Darauf deutet noch eine andere vielfach genannte Ursache für die Überschuldung hin: Die "unwirtschaftliche Haushaltsführung" hat deutlich zugenommen. Gegenüber 2008 wird sie um 68 Prozent häufiger genannt, wenn es um den Hauptgrund für Überschuldung geht. Mehr als eine Million Überschuldeter sind einem "irrrationalen Konsumverhalten" zuzuordnen.

Wie dieses Verhalten in Erscheinung tritt, hat das DIW untersucht. Dabei stellte sich heraus, dass es zu hohe Einkommenserwartungen waren, die zur Überschuldung geführt haben. Umfragen und Experimente zeigten, dass gerade bei unsicheren Arbeitsverhältnissen ein Überoptimismus greift, der gerade bei einem Schock durch einen plötzlichen Einkommensausfall zur Überschuldung führt. Menschen in prekären Arbeitsverhältnissen neigen wohl dazu, ihre (zukünftige) Einkommenssituation zu überschätzen – und überschulden sich.

Null-Zins als weiterer Treiber für Überschuldung

Die Fehleinschätzung der finanziellen Situation, der Bonität, ist auch Ausdruck eines Mentalitätswandels. Sozioökonomische Modelle zeigen, dass gerade junge und urbane Milieus, die sich als Trendsetter verstehen, ihren Konsum über Kredite finanzieren. Der Konsumentenkredit wird zum üblichen Weg der Bezahlung. Dass dieser Weg zum Königsweg wird, hat aber nicht nur eine Ursache in der Psychologie der Verbraucher. Bargeld wird immer seltener bei Anschaffungen und bei Gütern des täglichen Lebens genutzt. Nicht zuletzt die EZB betreibt, wenn nicht die Abschaffung, so doch die Verringerung des Einsatzes von Münzgeld und Scheinen. Und in der aktuellen Corona-Krise weisen viele Kassen im Einzelhandel schon aus Gründen der Hygiene auf das Bezahlen mit Karte hin.

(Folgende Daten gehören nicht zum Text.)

def solve_reference(
    sc: Scenario,
    t_eval: np.ndarray,
    *,
    rtol: float = 1e-10,
    atol: float = 1e-13,
) -> ReferenceSolution:
    """Integrate the drive equations of ``sc`` with scipy ``solve_ivp`` (Radau).

    The run is cut at every scenario event and every regime change (stuck / sliding, bridge in
    control / fully on, diode conducting / blocking); each piece is one smooth ODE integrated
    by Radau IIA (order 5) with its analytic Jacobian, and the next piece starts from the
    located state. The bus capacitor starts charged to the supply voltage, as in dcsim.

    Source: scipy.integrate.solve_ivp, method "Radau" (Radau IIA of order 5, after Hairer &
    Wanner, *Solving Ordinary Differential Equations II*, as the scipy documentation states),
    with its event location on the dense output.

    Parameters
    ----------
    sc : Scenario
        Scenario (open-loop voltage mode, free rotor).
    t_eval : array
        Increasing output times within the run [s].
    rtol, atol : float
        solve_ivp tolerances [-, state units].

    Raises
    ------
    ReferenceLimit
        The shaft comes to rest (the reference does not model reversal), or the scenario needs
        a model it lacks (a locked rotor, a resistive source without capacitor).
    """
    d, changes = drive_from_scenario(sc)
    if d.capacitance <= 0.0 and d.supply_resistance > 0.0:
        raise ReferenceLimit("no capacitor with source resistance: use the closed form")
    has_cap = d.capacitance > 0.0
    t_eval = np.asarray(t_eval, dtype=float)
    n = 4 if has_cap else 3
    y = np.zeros(n)
    if has_cap:
        y[3] = d.supply_voltage
    out = np.full((n, t_eval.size), np.nan)
    supply = np.full(t_eval.size, np.nan)
    stops = sorted({float(at) for at, _ in changes if 0.0 < at < sc.simulation.duration})
    stops.append(sc.simulation.duration)
    located: list[tuple[float, str]] = []
    pending = list(changes)
    t = 0.0
    zero_length = 0
    for stop in stops:
        while pending and pending[0][0] <= t:
            d = replace(d, **pending.pop(0)[1])
        g = _initial_regime(d, y)
        while t < stop:
            f, jac = _rhs(d, g)
            guards = _guards(d, g)
            sol = solve_ivp(
                f,
                (t, stop),
                y,
                method="Radau",
                jac=jac,
                rtol=rtol,
                atol=atol,
                dense_output=True,
                events=[fn for _, fn in guards] or None,
            )
            if sol.status < 0:
                raise RuntimeError(f"solve_ivp failed: {sol.message}")
            t_end = float(sol.t[-1])
            inside = (t_eval >= t) & (t_eval <= t_end)
            if np.any(inside):
                vals = sol.sol(t_eval[inside])
                out[:, inside] = vals
                for k, idx in enumerate(np.flatnonzero(inside)):
                    v = vals[3, k] if has_cap else d.supply_voltage
                    supply[idx] = _armature_and_bus(d, g, vals[0, k], v)[2]
            y = np.array(sol.y[:, -1])
            if sol.status == 1:
                which = next(k for k, te in enumerate(sol.t_events) if te.size)
                what = guards[which][0]
                located.append((t_end, what))
                if what == "rest":
                    y[1] = 0.0
                g = _after(d, g, what, y)
                zero_length = zero_length + 1 if t_end == t else 0
                if zero_length > 8:
                    raise ReferenceLimit(f"regime changes do not advance at t = {t} s")
            t = t_end if sol.status == 1 else stop
        t = stop
    bus = out[3] if has_cap else np.full(t_eval.size, sc.supply.voltage)
    return ReferenceSolution(
        time=t_eval,
        current=out[0],
        speed=out[1],
        position=out[2],
        bus_voltage=bus,
        supply_current=supply,
        events=located,
    )


# --------------------------------------------------------------------------------------------
# Energy account
# --------------------------------------------------------------------------------------------

ENERGY_TERMS = (
    "energy_source_loss_J",
    "energy_copper_loss_J",
    "energy_friction_J",
    "energy_to_load_J",
    "energy_gear_loss_J",
    "energy_shaft_lock_J",
    "energy_coupling_J",
    "energy_brush_drop_J",
    "energy_brush_friction_J",
    "energy_iron_loss_J",
    "kinetic_energy_change_J",
    "stored_energy_change_J",
)
"""Every way the supplied energy can go (scenario contract, summary keys)."""

POWER_STAGE_ENERGY_TERMS = (
    "energy_bridge_loss_J",
    "energy_to_brake_resistor_J",
    "energy_capacitor_esr_J",
    "energy_precharge_loss_J",
    "energy_fuse_arc_J",
    "energy_current_sense_J",
)
"""The further terms of the averaged and switching bridge models."""

MACHINE_ENERGY_TERMS = (
    "energy_field_copper_loss_J",
    "energy_shaft_damping_J",
)
"""The further terms of the machine-library kernel (wound-field machines, compliant shaft)."""

ENERGY_CLOSURE = 1e-6
"""Allowed residual of the energy account, as a fraction of its largest term. The default
step is a tenth of the fastest time constant, where Simpson's rule on the fastest exponential
errs by about (h/tau)^4/180 ~ 6e-7 of its integral (dcsim.engine.assemble); 1e-6 is that
figure rounded up, the project's accuracy target for the account."""


def assert_energy_closes(summary: Mapping[str, float], stored_J: float = 0.0) -> float:
    """Assert that the supplied energy equals the sum of where it went; return the residual.

    The residual is recomputed here from the terms (not read from the engine), and held to
    :data:`ENERGY_CLOSURE` of the largest term. Source: conservation of energy (first law).
    ``stored_J``: the energy held in the stores at the start (e.g. ``C V^2 / 2`` of a bus
    capacitor); the stored-energy change is a difference of two such values and carries the
    rounding of that size, so it counts as a term.
    """
    extra = POWER_STAGE_ENERGY_TERMS + MACHINE_ENERGY_TERMS
    names = ENERGY_TERMS + tuple(k for k in extra if k in summary)
    terms = [summary["energy_from_supply_J"]] + [summary[k] for k in names]
    residual = summary["energy_from_supply_J"] - math.fsum(summary[k] for k in names)
    largest = max([abs(v) for v in terms] + [stored_J])
    assert largest > 0.0
    # The engine's own residual is the same sum: equal to rounding of the largest term.
    assert abs(summary["energy_balance_residual_J"] - residual) <= 1e-12 * largest
    assert abs(residual) <= ENERGY_CLOSURE * largest, (
        f"energy account open by {residual:.3e} J = {residual / largest:.3e} of the largest "
        f"term {largest:.3e} J"
    )
    return residual / largest


def simulate_checked(sc: Scenario):
    """``dcsim.engine.run.simulate`` followed by :func:`assert_energy_closes`."""
    from dcsim.engine.run import simulate

    res = simulate(sc)
    assert_energy_closes(res.summary)
    return res


def relative_error(value: np.ndarray, reference: np.ndarray) -> float:
    """``max |value - reference| / max |reference|``: error relative to the reference's peak
    (a pointwise ratio is meaningless where the reference passes through zero)."""
    value = np.asarray(value, dtype=float)
    reference = np.asarray(reference, dtype=float)
    return float(np.max(np.abs(value - reference)) / np.max(np.abs(reference)))


def bus_error_bound(step: float, tau: float, swing: float) -> float:
    """Upper estimate of dcsim's bus-voltage error from its ETD2RK bus term [V].

    ETD2RK takes the non-linear forcing ``F = -v_a i / (C v)`` of the bus equation as linear
    over a step, which errs locally by ``-(h^3/12) F''``: the remainder of linear interpolation,
    ``F''/2 s (s - h)``, integrated over the step (derived; it is the form of the ETD2RK local
    error in Cox & Matthews, J. Comput. Phys. 176 (2002) 430-455 -- from memory). With
    ``F''`` of order ``F / tau^2`` for the fastest time constant ``tau`` and ``F tau`` of order
    the swing of the bus voltage, the local errors add up (undamped) to about
    ``(h / tau)^2 / 12 * swing``: second order in the step. It is an upper estimate, since
    ``F`` varies on the fastest time scale only at the start of a transient and the source
    damps the bus error; the sharp check is the order itself (error / 4 for step / 2).

    Parameters
    ----------
    step : float
        Plant step h [s].
    tau : float
        Fastest time constant of the drive [s].
    swing : float
        Range (max - min) of the bus voltage over the run [V].
    """
    return (step / tau) ** 2 / 12.0 * swing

Eine wichtige Rolle spielt aber auch das Internet. Das gilt nicht nur für die Bezahlmodalitäten im Internethandel und beim E-Commerce, sondern auch beim Konsumentenkredit von Finanzierungsinstituten. Der Konsumentenkredit war einmal ein Exot unter den Krediten. Das hat sich grundlegend und nicht zuletzt durch den verschärften Wettbewerb unter den Banken geändert. Kritisch fragt das DIW, ob die Institute, vor allem beim Onlinekredit, die Einkommenssituation ihrer Kreditkunden vor der Vergabe ausreichend prüfen. Das gilt nach Einschätzung des DIW vor allem für neue Internetplattformen, die oft "marktschreierisch" ihr Angebot mit einem aggressiven Marketing bekannt machen. Werden wichtige Faktoren wie das Monatsgehalt, die Miete oder weitere individuelle Risiken ausreichend geprüft? Inwieweit werden Ausfallrisiken in Kauf genommen? Dabei ist allerdings weiterhin anzumerken, dass die Solidität der privaten Kreditnehmer in Deutschland hervorragend ist. Rund 98 Prozent aller Kredite werden ordnungsgemäß zurückgezahlt. Nur Finnland und Luxemburg haben ein noch besseres Zahlungsverhalten – dagegen fallen rund zehn Prozent der Kredite in Italien, Irland und Portugal aus.

Eine große Rolle für die im langfristigen Trend zunehmende Finanzierung über Konsumentenkredite spielt natürlich auch die Zinssituation. Auch im Zusammenhang mit Verbraucherkrediten ist, jedenfalls in der Werbung, vielfach die Rede vom "Null-Prozent-Kredit" beim Zins die Rede.

Das Volumen der Konsumentenkredite an private Haushalte hat im Februar 2020 einen Höhepunkt mit über 200 Milliarden Euro erreicht. Wohl auch im Zuge des ersten Lockdowns im Frühjahr 2020 war der Umfang der Kredite auf 198 Milliarden zurückgegangen. Destatis weist nun noch aktuellere Zahlen aus: Gegenüber dem Vorjahr habe die Anzahl der Kreditverträge sogar in den letzten Wochen leicht zugenommen. Dies hängt nicht zuletzt damit zusammen, dass die Online-Transaktionen seit der Corona-Krise ebenfalls gegenüber 2019 im laufenden Jahr zulegten. Der Verbraucher nutzt für den Konsum das Online-Angebot und er finanziert den Kauf. Auch dies wird dann zeitversetzt für eine höhere Überschuldung und schließlich auch für mehr Verbraucherinsolvenzen im nächsten Jahr sorgen.